Fear The Crazy [Huns]
(edited by Gandarel.5091)
I love SAB, when i first seen it..it was amazing. So i don’t want it to be gone forever, but i think maybe it has come back too soon. Would be cool for april fools to have some other style of game implemented for a bit.
I think at least the Bazaar content, progressed the Living Story a bit (but not the main story). But how does SAB further the Living Story? It doesn’t really.
I think the Living Story teams are making great content in the sort time that they’re given. But a lot of those mini games don’t seem to have much to do with the plot at all. Nor do any of these stories make the world feel alive.

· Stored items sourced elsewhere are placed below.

"""Figures of class maps as columns of their zones, by row of the zones' layer."""

from __future__ import annotations

import os
from collections.abc import Iterator, Sequence
from pathlib import Path
from typing import TYPE_CHECKING, Any

import numpy as np
import pyarrow as pa

from geofractal.batch.cover_parts import CoverPart
from geofractal.batch.parts import NOT_WANTED
from geofractal.batch.spool import FID, ROW, RowSpool
from geofractal.batch.zone_layers import read_rows
from geofractal.config.columns import ZoneColumn
from geofractal.measure import Ints
from geofractal.writer.rows import ARROW_TYPES, Results

if TYPE_CHECKING:
    from geofractal.batch.covers import MeasuredCover
    from geofractal.batch.plan import LayerPlan

Place = tuple[str, str, str, str]
"""Reporting unit, cover, quantity and border rule (empty where there is none) of a figure."""


class SideBySide:
    """Columns of several spools of one layer."""

    def __init__(self, parts: Sequence[Results]) -> None:
        self._parts = parts
        self.n_rows = parts[0].n_rows

    def read(self, start: int, stop: int) -> pa.RecordBatch:
        """Return the columns of rows `start` to `stop`."""
        batches = [part.read(start, stop) for part in self._parts]
        names = [name for batch in batches for name in batch.schema.names]
        return pa.RecordBatch.from_arrays(
            [column for batch in batches for column in batch.columns], names=names
        )

    def fids(self, start: int, stop: int) -> Ints | None:
        """Return the source's feature ids of these rows."""
        return self._parts[0].fids(start, stop)


def zone_spool(layer: LayerPlan, covers: Sequence[MeasuredCover], folder: Path) -> RowSpool:
    """Return the columns that a layer of zones gains, in a spool that the caller closes."""
    rows = read_rows(layer)
    n = len(rows.names)
    arrays: dict[str, Any] = {}
    for found in covers:
        for work, part in found.works:
            if work.zones is not None and work.zones.name == layer.name:
                arrays |= _filled(work.request.zone_columns(), part, rows.names, rows.wanted)
    spool = RowSpool(folder / f"{layer.name}.{os.getpid()}.zones", layer.zone_columns, n)
    fids = pa.nulls(n, pa.int64()) if rows.fids is None else pa.array(rows.fids)
    names = [column.name for column in layer.zone_columns]
    held = [pa.array(arrays[c.name], ARROW_TYPES[c.kind], from_pandas=True) for c in layer.zone_columns]
    places = pa.array(np.arange(n, dtype=np.int64))
    spool.write(pa.RecordBatch.from_arrays([places, fids, *held], names=[ROW, FID, *names]))
    return spool


def _filled(
    columns: Sequence[ZoneColumn], part: CoverPart, names: Sequence[str], wanted: Any
) -> dict[str, list[Any]]:
    """Return the values of some columns for each row of the zones' layer."""
    figures = {_place(figure): figure for figure in part.figures.to_pylist()}
    filled: dict[str, list[Any]] = {one.column.name: [] for one in columns}
    for name, is_wanted in zip(names, wanted, strict=True):
        for one in columns:
            filled[one.column.name].append(_value(one, columns, part, figures, name if is_wanted else None))
    return filled


def _place(figure: dict[str, Any]) -> Place:
    return figure["reporting_unit"], figure["cover"], figure["quantity"], figure["border_rule"] or ""


def _value(
    one: ZoneColumn,
    columns: Sequence[ZoneColumn],
    part: CoverPart,
    figures: dict[Place, dict[str, Any]],
    name: str | None,
) -> Any:
    """Return the value of a column for a zone, None for rows that are not wanted."""
    if not one.quantity:
        if name is None:
            return NOT_WANTED
        return part.zone_problems.get(name) or "; ".join(_reasons(columns, figures, name)) or None
    figure = figures.get((name or "", one.cover, one.quantity, one.rule))
    return None if figure is None or name is None else figure[one.field]


def _reasons(columns: Sequence[ZoneColumn], figures: dict[Place, dict[str, Any]], name: str) -> Iterator[str]:
    """Yield why figures of a zone are missing, each reason once with the classes it holds for."""
    told: dict[str, dict[str, None]] = {}
    for one in columns:
        figure = figures.get((name, one.cover, one.quantity, one.rule))
        if figure is not None and one.field == "estimate" and figure["estimate"] is None:
            told.setdefault(figure["note"] or "no reason given", {})[one.cover] = None
    yield from (f"{', '.join(covers)}: {reason}" for reason, covers in told.items())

Oddly enough, the best Living Story update that they did, was the beached whales update, where they didn’t explain anything to the players. Just a couple of whales that had washed on the beaches of Lion’s Arch. No explanation, yet so fascinating. Players started carrying buckets of water to the whales, and keeping watch. I miss this sense of mystery. You can make the world feel so more alive by just having “stuff” happen without an explanation.
(https://www.youtube.com/watch?v=D-On3Ya0_4Y)
Oddly enough, the best Living Story update that they did, was the beached whales update, where they didn’t explain anything to the players. Just a couple of whales that had washed on the beaches of Lion’s Arch. No explanation, yet so fascinating. Players started carrying buckets of water to the whales, and keeping watch. I miss this sense of mystery. You can make the world feel so more alive by just having “stuff” happen without an explanation.
I missed that. Wish I’d been around to see it.
I missed that. Wish I’d been around to see it.
Fortunately youtube has many videos of the beached whales, along with people having parties on top of the poor animals. In fact, I remember that being a very popular activity for a while.